Rb. Rotterdam, 16-05-2012, nr. AWB 11/2798 BC-T2
ECLI:NL:RBROT:2012:BW6484
- Instantie
Rechtbank Rotterdam
- Datum
16-05-2012
- Zaaknummer
AWB 11/2798 BC-T2
- LJN
BW6484
- Vakgebied(en)
Bestuursrecht algemeen (V)
- Brondocumenten en formele relaties
ECLI:NL:RBROT:2012:BW6484, Uitspraak, Rechtbank Rotterdam, 16‑05‑2012; (Eerste aanleg - enkelvoudig)
Hoger beroep: ECLI:NL:CBB:2013:CA1011, Bekrachtiging/bevestiging
- Wetingang
art. 1:40 Wet op het financieel toezicht
- Vindplaatsen
JOR 2012/289 met annotatie van mr.
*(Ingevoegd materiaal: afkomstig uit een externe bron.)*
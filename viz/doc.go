// Package viz presents solved networks: the text report, JSON and CSV for
// scripts, and heat-path diagrams as DOT, SVG or PNG. It never solves; it
// reads a network.Solution.
//
// A meshed plate is one node of the reports, at its hottest cell, with a
// summary of its own (plates.go); its heat map is drawn as SVG or PNG
// (heatmap.go) and its cells are written on request as CSV or compact JSON
// (platecells.go).
//
// Units are stated everywhere: text headers carry them, JSON and CSV put
// them in the key and column names (temperature_degC, heat_W, margin_K).
// Temperatures are shown in degrees Celsius, differences in kelvin, heat
// flows in watts.
package viz

// Caution is printed with every result. Lumped models are estimates; people
// can be hurt by hot surfaces and failed safety parts.
const Caution = "Results are estimates from a lumped thermal model. Confirm them by measurement on the real product, " +
	"and defer to local codes, product-safety standards (touch-temperature limits among them) and licensed engineering practice."

// Run describes how the solve went, for the reports.
type Run struct {
	Converged  bool
	Reason     string // the solver's stop reason
	Iterations int    // Newton iterations
	// LinearIterations counts the linear solver's iterations (0 when
	// every linear solve was direct).
	LinearIterations int
	// Worst names the equation with the largest residual relative to its
	// own magnitude (e.g. `heat balance of "cpu"`); Residual is its
	// residual in WorstUnit and Scaled the ratio.
	Worst     string
	WorstUnit string
	Residual  float64
	Scaled    float64
	// Kinds reports each kind of unknown (temperature, pressure, mass
	// flow) that the model has.
	Kinds []KindRun
}

// KindRun is the state of one kind of unknown at the end of a solve.
type KindRun struct {
	Name, Unit             string // e.g. "temperature", "K"
	Equation, EquationUnit string // e.g. "heat balance", "W"
	Unknowns               int
	Step                   float64 // largest component of the last Newton step, Unit
	Residual               float64 // largest residual, EquationUnit
	Scaled                 float64 // largest residual relative to its equation's magnitude
	Converged              bool
}

// kelvin is the offset between kelvin and degrees Celsius.
const kelvin = 273.15

// celsius converts an absolute temperature in K to °C.
func celsius(t float64) float64 { return t - kelvin }
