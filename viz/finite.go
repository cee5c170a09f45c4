package viz

import (
	"encoding/json"
	"fmt"
	"math"
	"strings"

	"github.com/heatgraph/heatgraph/elements"
	"github.com/heatgraph/heatgraph/network"
)

// A solution can hold numbers that are not finite: an infinite resistance
// from a vanishing conductance, an infinite friction factor at zero flow.
// No report prints such a number as if it were one. JSON has no way to
// write them: a detail whose value is not finite is left out of the
// link's details, any other field is written as null. The text report
// prints "not finite" for such a detail, and a CSV cell stays empty. In
// every case a warning names the item and the quantity (NonFinite).

// finite reports whether x is a finite number.
func finite(x float64) bool { return !math.IsInf(x, 0) && !math.IsNaN(x) }

// Number is a float64 that JSON writes as null when it is not finite.
type Number float64

// MarshalJSON writes the number, or null when it is not finite.
func (n Number) MarshalJSON() ([]byte, error) {
	if !finite(float64(n)) {
		return []byte("null"), nil
	}
	return json.Marshal(float64(n))
}

// UnmarshalJSON reads a number, or null as NaN.
func (n *Number) UnmarshalJSON(b []byte) error {
	if string(b) == "null" {
		*n = Number(math.NaN())
		return nil
	}
	var f float64
	if err := json.Unmarshal(b, &f); err != nil {
		return err
	}
	*n = Number(f)
	return nil
}

func num(x float64) *Number {
	n := Number(x)
	return &n
}

// nonFiniteWarning says that quantity of item is not a finite number.
func nonFiniteWarning(item, quantity string, x float64, fate string) string {
	return fmt.Sprintf("%s: %s is %s, not a finite number; %s", item, quantity, valueWord(x), fate)
}

func valueWord(x float64) string {
	switch {
	case math.IsInf(x, 1):
		return "infinite"
	case math.IsInf(x, -1):
		return "negatively infinite"
	}
	return "undefined (NaN)"
}

// detailWarning is the warning for a detail of link id that is not finite.
func detailWarning(id string, d elements.Detail) string {
	return nonFiniteWarning("link "+id, strings.ReplaceAll(d.Name, "_", " "), d.Value, "it is not reported")
}

// NonFinite returns a warning for every number of a solution that is not
// finite, naming the node, link or boundary and the quantity.
func NonFinite(sol *network.Solution) []string {
	var w []string
	check := func(item, quantity string, x float64) {
		if !finite(x) {
			w = append(w, nonFiniteWarning(item, quantity, x, "its value is left out"))
		}
	}
	for _, n := range sol.Nodes {
		item := "node " + n.ID
		check(item, "temperature", n.Temperature)
		check(item, "heat input", n.Power)
		if n.HasLimit {
			check(item, "limit", n.Limit)
			check(item, "margin", n.Margin)
		}
	}
	for _, l := range sol.Links {
		item := "link " + l.ID
		check(item, "heat", l.Heat)
		for _, p := range l.Paths[min(1, len(l.Paths)):] {
			check(item, "heat from "+p.From+" to "+p.To, p.Heat)
		}
		for _, d := range l.Details {
			if d.Text == "" && !finite(d.Value) {
				w = append(w, detailWarning(l.ID, d))
			}
		}
	}
	for i := range sol.Plates {
		w = append(w, plateWarnings(&sol.Plates[i])...)
	}
	check("energy balance", "heat in", sol.Balance.In)
	check("energy balance", "imbalance", sol.Balance.Imbalance)
	for _, o := range sol.Balance.Out {
		check("energy balance", "heat out through "+o.Node, o.Heat)
	}
	return w
}

// runWarnings returns warnings for the numbers of a solver run that are not
// finite (a diverged solve can end with an infinite residual).
func runWarnings(run Run) []string {
	var w []string
	if !finite(run.Residual) {
		w = append(w, nonFiniteWarning("solver", "largest residual", run.Residual, "its value is left out"))
	}
	if !finite(run.Scaled) {
		w = append(w, nonFiniteWarning("solver", "scaled residual", run.Scaled, "its value is left out"))
	}
	return w
}
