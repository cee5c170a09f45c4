package viz

import (
	"encoding/json"
	"io"

	"github.com/heatgraph/heatgraph/network"
)

// JSONFormat is the version of the JSON document WriteJSON writes; it
// changes only when a field changes meaning or disappears.
const JSONFormat = 1

// Report is the JSON document of a solve. Every numeric field carries its
// unit in its name; numbers keep full float64 precision.
type Report struct {
	Format   int               `json:"heatgraph_json"`
	Model    string            `json:"model"`
	Title    string            `json:"title,omitempty"`
	Units    map[string]string `json:"units"`
	Ambient  AmbientReport     `json:"ambient"`
	Solver   SolverReport      `json:"solver"`
	Nodes    []NodeReport      `json:"nodes,omitempty"`
	Links    []LinkReport      `json:"links,omitempty"`
	Balance  *BalanceReport    `json:"energy_balance,omitempty"`
	Airflow  *AirflowReport    `json:"airflow,omitempty"` // when flows were solved for
	Exceeded []string          `json:"limits_exceeded,omitempty"`
	Warnings []string          `json:"warnings"`
	Caution  string            `json:"caution"`
}

// AmbientReport gives the ambient conditions.
type AmbientReport struct {
	TemperatureC float64  `json:"temperature_degC"`
	PressurePa   float64  `json:"pressure_Pa"`
	AltitudeM    *float64 `json:"altitude_m,omitempty"`
}

// SolverReport tells whether and how the solve converged.
type SolverReport struct {
	Converged  bool    `json:"converged"`
	Reason     string  `json:"reason"`
	Iterations int     `json:"iterations"`
	ResidualW  float64 `json:"max_residual_W"`
	Scaled     float64 `json:"scaled_residual"`
}

// NodeReport is one node's result.
type NodeReport struct {
	ID           string   `json:"id"`
	Kind         string   `json:"kind"`
	TemperatureC float64  `json:"temperature_degC"`
	TemperatureK float64  `json:"temperature_K"`
	PowerW       float64  `json:"power_W"`
	LimitC       *float64 `json:"limit_degC,omitempty"`
	MarginK      *float64 `json:"margin_K,omitempty"`
	Status       string   `json:"status,omitempty"`
}

// LinkReport is one link's result. HeatW is positive from From to To.
// Paths lists every way heat goes through the link, the main one first: a
// channel has two, the heat from the wall to the outlet air and the heat
// the air brings from the inlet (above ambient, Carried).
type LinkReport struct {
	ID       string         `json:"id"`
	Kind     string         `json:"kind"`
	From     string         `json:"from"`
	To       string         `json:"to"`
	HeatW    float64        `json:"heat_W"`
	Paths    []PathReport   `json:"paths,omitempty"`
	Details  []DetailReport `json:"details,omitempty"`
	Warnings []string       `json:"warnings,omitempty"`
}

// PathReport is one heat path of a link: HeatW watts from From to To;
// Carried when moving air carries it.
type PathReport struct {
	From    string  `json:"from"`
	To      string  `json:"to"`
	HeatW   float64 `json:"heat_W"`
	Carried bool    `json:"carried_by_air"`
}

// DetailReport is one quantity a link reports, with its SI unit.
type DetailReport struct {
	Name  string   `json:"name"`
	Value *float64 `json:"value,omitempty"`
	Unit  string   `json:"unit,omitempty"`
	Text  string   `json:"text,omitempty"`
}

// BalanceReport is the energy balance.
type BalanceReport struct {
	InW        float64          `json:"heat_in_W"`
	Out        []BoundaryReport `json:"heat_out"`
	ImbalanceW float64          `json:"imbalance_W"`
}

// BoundaryReport is the heat leaving through one fixed node.
type BoundaryReport struct {
	Node  string  `json:"node"`
	HeatW float64 `json:"heat_W"`
}

// NewReport builds the JSON document. sol may be nil when the solve did not
// converge: the document then says so and holds no results.
func NewReport(m *network.Model, sol *network.Solution, run Run) *Report {
	r := &Report{
		Format: JSONFormat,
		Model:  m.File,
		Title:  m.Title,
		Units: map[string]string{
			"temperature": "degC (and K where the key says _K)", "temperature_difference": "K",
			"heat": "W", "pressure": "Pa", "length": "m", "details": "SI, as each detail's unit says",
		},
		Ambient: AmbientReport{TemperatureC: celsius(m.Ambient.Temperature), PressurePa: m.Ambient.Pressure},
		Solver: SolverReport{Converged: run.Converged, Reason: run.Reason, Iterations: run.Iterations,
			ResidualW: run.Residual, Scaled: run.Scaled},
		Warnings: []string{},
		Caution:  Caution,
	}
	if m.Ambient.FromAlt {
		z := m.Ambient.Altitude
		r.Ambient.AltitudeM = &z
	}
	if sol == nil {
		return r
	}
	for _, n := range sol.Nodes {
		nr := NodeReport{ID: n.ID, Kind: string(n.Kind), TemperatureC: celsius(n.Temperature), TemperatureK: n.Temperature, PowerW: n.Power}
		if n.HasLimit {
			limit, margin := celsius(n.Limit), n.Margin
			nr.LimitC, nr.MarginK, nr.Status = &limit, &margin, string(n.Status)
		}
		if n.Status == network.Over {
			r.Exceeded = append(r.Exceeded, n.ID)
		}
		r.Nodes = append(r.Nodes, nr)
	}
	for _, l := range sol.Links {
		lr := LinkReport{ID: l.ID, Kind: l.Kind, From: l.From, To: l.To, HeatW: l.Heat, Warnings: l.Warnings}
		for _, p := range l.Paths {
			lr.Paths = append(lr.Paths, PathReport{From: p.From, To: p.To, HeatW: p.Heat, Carried: p.Carried})
		}
		for _, d := range l.Details {
			dr := DetailReport{Name: d.Name, Unit: d.Unit, Text: d.Text}
			if d.Text == "" {
				v := d.Value
				dr.Value = &v
			}
			lr.Details = append(lr.Details, dr)
		}
		r.Links = append(r.Links, lr)
	}
	b := &BalanceReport{InW: sol.Balance.In, ImbalanceW: sol.Balance.Imbalance}
	for _, o := range sol.Balance.Out {
		b.Out = append(b.Out, BoundaryReport{Node: o.Node, HeatW: o.Heat})
	}
	r.Balance = b
	r.Airflow = newAirflowReport(sol)
	r.Warnings = append(r.Warnings, sol.Warnings...)
	return r
}

// WriteJSON writes the report as indented JSON.
func WriteJSON(w io.Writer, r *Report) error {
	enc := json.NewEncoder(w)
	enc.SetIndent("", "  ")
	return enc.Encode(r)
}
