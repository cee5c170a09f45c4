package viz_test

import (
	"bytes"
	"encoding/csv"
	"encoding/json"
	"io"
	"io/fs"
	"math"
	"os"
	"path/filepath"
	"regexp"
	"strconv"
	"strings"
	"testing"

	"github.com/heatgraph/heatgraph/network"
	"github.com/heatgraph/heatgraph/solve"
	"github.com/heatgraph/heatgraph/viz"
)

// FuzzReports runs the whole chain a model takes through the command — read,
// check, assemble, solve, present — and every report writer but the image
// renderers: the text report in each order, the JSON document, the CSV
// table and the DOT diagram in each colouring. network.FuzzParse covers the
// reader on its own; this target covers what the writers make of whatever
// the reader accepts.
//
// Invariants: nothing panics; a writer writing to memory returns no error;
// the JSON document is valid JSON whose numbers are all finite; the CSV
// reads back with one row per node, link, boundary and plate join; a
// meshed plate's heat map and cells are written; and a converged
// solution's energy balance closes within Balance.MaxImbalance.
func FuzzReports(f *testing.F) {
	for _, path := range seedModels(f) {
		data, err := os.ReadFile(path)
		if err != nil {
			f.Fatal(err)
		}
		f.Add(data)
	}
	f.Fuzz(func(t *testing.T, data []byte) {
		m, err := network.Parse("fuzz.yaml", data)
		if err != nil {
			return
		}
		if m.Cells() > 3000 {
			return // a fine mesh is slow and large, not a new path
		}
		net, err := network.Build(m)
		if err != nil {
			return
		}
		p := net.Steady()
		// Few iterations keep the fuzzer fast; a model that needs more
		// still exercises the report of a failed solve.
		res := solve.Newton(p, p.InitialGuess(), solve.Settings{MaxIterations: 40})
		run := viz.Run{
			Converged:  res.Reason.Converged(),
			Reason:     res.Reason.String(),
			Iterations: res.Iterations,
			Residual:   res.Residual,
			Scaled:     res.Scaled,
		}
		if !run.Converged {
			// The command writes a JSON document without results.
			checkJSON(t, viz.NewReport(m, nil, run), nil)
			return
		}
		sol := net.Solution(res.X)

		if b := sol.Balance; !(math.Abs(b.Imbalance) <= b.MaxImbalance()) {
			t.Fatalf("energy balance: in %g W, imbalance %g W, above the allowed %g W", b.In, b.Imbalance, b.MaxImbalance())
		}
		for _, n := range sol.Nodes {
			if !(n.Temperature > 0) || math.IsInf(n.Temperature, 0) {
				t.Fatalf("node %q at %g K in a converged solution", n.ID, n.Temperature)
			}
		}

		for _, order := range viz.Orders {
			var buf bytes.Buffer
			if err := viz.WriteText(&buf, sol, run, order); err != nil {
				t.Fatalf("WriteText(%s): %v", order, err)
			}
			if !strings.Contains(buf.String(), viz.Verdict(sol)) {
				t.Fatalf("WriteText(%s) lacks the verdict %q", order, viz.Verdict(sol))
			}
		}

		var buf bytes.Buffer
		if err := viz.WriteCSV(&buf, sol); err != nil {
			t.Fatalf("WriteCSV: %v", err)
		}
		rows, err := csv.NewReader(&buf).ReadAll()
		if err != nil {
			t.Fatalf("WriteCSV wrote unreadable CSV: %v", err)
		}
		want := 1 + len(sol.Nodes) + len(sol.Links) + len(sol.Balance.Out)
		for _, p := range sol.Plates {
			want += len(p.Joins)
		}
		if len(rows) != want {
			t.Fatalf("WriteCSV wrote %d rows, want %d", len(rows), want)
		}

		for _, c := range viz.Colourings {
			dot, err := viz.DOT(sol, c)
			if err != nil {
				t.Fatalf("DOT(%s): %v", c, err)
			}
			if !strings.HasPrefix(strings.TrimSpace(dot), "digraph") {
				t.Fatalf("DOT(%s) is not a digraph:\n%s", c, dot)
			}
		}

		checkJSON(t, viz.NewReport(m, sol, run), sol)

		// Meshed plates: their heat maps and cells.
		for i := range sol.Plates {
			var svg bytes.Buffer
			if err := viz.WritePlateSVG(&svg, &sol.Plates[i], viz.HeatMapOptions{}); err != nil {
				t.Fatalf("WritePlateSVG(%s): %v", sol.Plates[i].ID, err)
			}
			if nonFiniteAttr.MatchString(svg.String()) {
				t.Fatalf("WritePlateSVG(%s) wrote a number that is not finite", sol.Plates[i].ID)
			}
		}
		buf.Reset()
		if err := viz.WritePlateCells(&buf, sol, viz.CellsJSON); err != nil {
			t.Fatalf("WritePlateCells: %v", err)
		}
		if !json.Valid(buf.Bytes()) {
			t.Fatalf("WritePlateCells wrote invalid JSON")
		}
	})
}

// nonFiniteAttr finds a number that is not finite written into an SVG
// attribute or path.
var nonFiniteAttr = regexp.MustCompile(`="[-+]?(NaN|Inf)"|[MhvH][-+]?(NaN|Inf)|[0-9] [-+]?(NaN|Inf)h`)

// checkJSON writes r and checks that it is valid JSON with finite numbers
// (a non-finite value is never written as a number; the input that once
// made WriteJSON fail on an infinite friction factor is kept in
// testdata/fuzz/FuzzReports).
func checkJSON(t *testing.T, r *viz.Report, sol *network.Solution) {
	t.Helper()
	var buf bytes.Buffer
	if err := viz.WriteJSON(&buf, r); err != nil {
		t.Fatalf("WriteJSON: %v", err)
	}
	if !json.Valid(buf.Bytes()) {
		t.Fatalf("WriteJSON wrote invalid JSON:\n%s", buf.Bytes())
	}
	dec := json.NewDecoder(&buf)
	dec.UseNumber()
	for {
		tok, err := dec.Token()
		if err == io.EOF {
			break
		}
		if err != nil {
			t.Fatalf("reading the JSON back: %v", err)
		}
		if n, ok := tok.(json.Number); ok {
			if v, err := strconv.ParseFloat(string(n), 64); err != nil || math.IsInf(v, 0) || math.IsNaN(v) {
				t.Fatalf("JSON number %s is not a finite float64", n)
			}
		}
	}
}

// seedModels lists every example and every model under testdata, invalid
// ones included: the reader's refusals are part of the chain.
func seedModels(tb testing.TB) []string {
	tb.Helper()
	files, err := filepath.Glob("../examples/*.yaml")
	if err != nil {
		tb.Fatal(err)
	}
	err = filepath.WalkDir("../testdata", func(path string, d fs.DirEntry, err error) error {
		if err != nil {
			return err
		}
		if !d.IsDir() && strings.HasSuffix(path, ".yaml") {
			files = append(files, path)
		}
		return nil
	})
	if err != nil {
		tb.Fatal(err)
	}
	if len(files) < 5 {
		tb.Fatalf("only %d seed models found", len(files))
	}
	return files
}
C.A. Doets
Uitspraak 16‑05‑2012
Inhoudsindicatie
De rechtbank stelt bij haar beoordeling voorop dat de factuur van 18 juni 2010 een besluit is als bedoeld in de artikelen 6:18 en 6:19 van de Algemene wet bestuursrecht (Awb) en dat AFM in de procedure met registratienummer AWB 10/1387 BC-T2 in strijd met artikel 6:18, tweede lid, van de Awb heeft verzuimd dit besluit aan de rechtbank toe te zenden. Bij de verkorte afdoening, het verzet en de einduitspraak van 14 april 2011 was de rechtbank derhalve niet op de hoogte van dit wijzigingsbesluit. Gelet op het voorgaande heeft AFM het besluit van 18 juni 2010 alsnog terecht in de heroverweging betrokken. Voor ligt derhalve de vraag of AFM terecht de heffing van € 5.217,67 over de eerste elf maanden van 2009 aan [de accountantsorganisatie] heeft gehandhaafd.
Partij(en)
RECHTBANK ROTTERDAM
Bestuursrecht
zaaknummer: AWB 11/2798 BC-T2
uitspraak van de enkelvoudige kamer van 16 mei 2012 in de zaak tussen
Springeling & Co registeraccountants B.V. (Springeling), te Rotterdam, eiseres,
gemachtigde: [A],
en
Stichting Autoriteit Financiële Markten (AFM), verweerster,
gemachtigden: mr. A.C. Palmboom.
Procesverloop
Bij besluit van 11 maart 2010 heeft AFM het bezwaar van Springeling tegen de factuur van 6 november 2009 tot oplegging van een heffing van € 5.692,00 uit hoofde van de Wet toezicht accountantsorganisaties (Wta) niet-ontvankelijk verklaard
Bij factuur van 18 juni 2010 heeft AFM de hoogte van de heffing gewijzigd in € 5.217,67.
Bij uitspraak van 14 april 2011 (AWB 10/1387 BC-T2) heeft de rechtbank het beroep van Springeling tegen het besluit van 11 maart 2010 gegrond verklaard en AFM opgedragen een nieuwe beslissing op bezwaar te nemen.
Bij besluit van 27 mei 2011 (het bestreden besluit) heeft AFM het bezwaar ongegrond verklaard.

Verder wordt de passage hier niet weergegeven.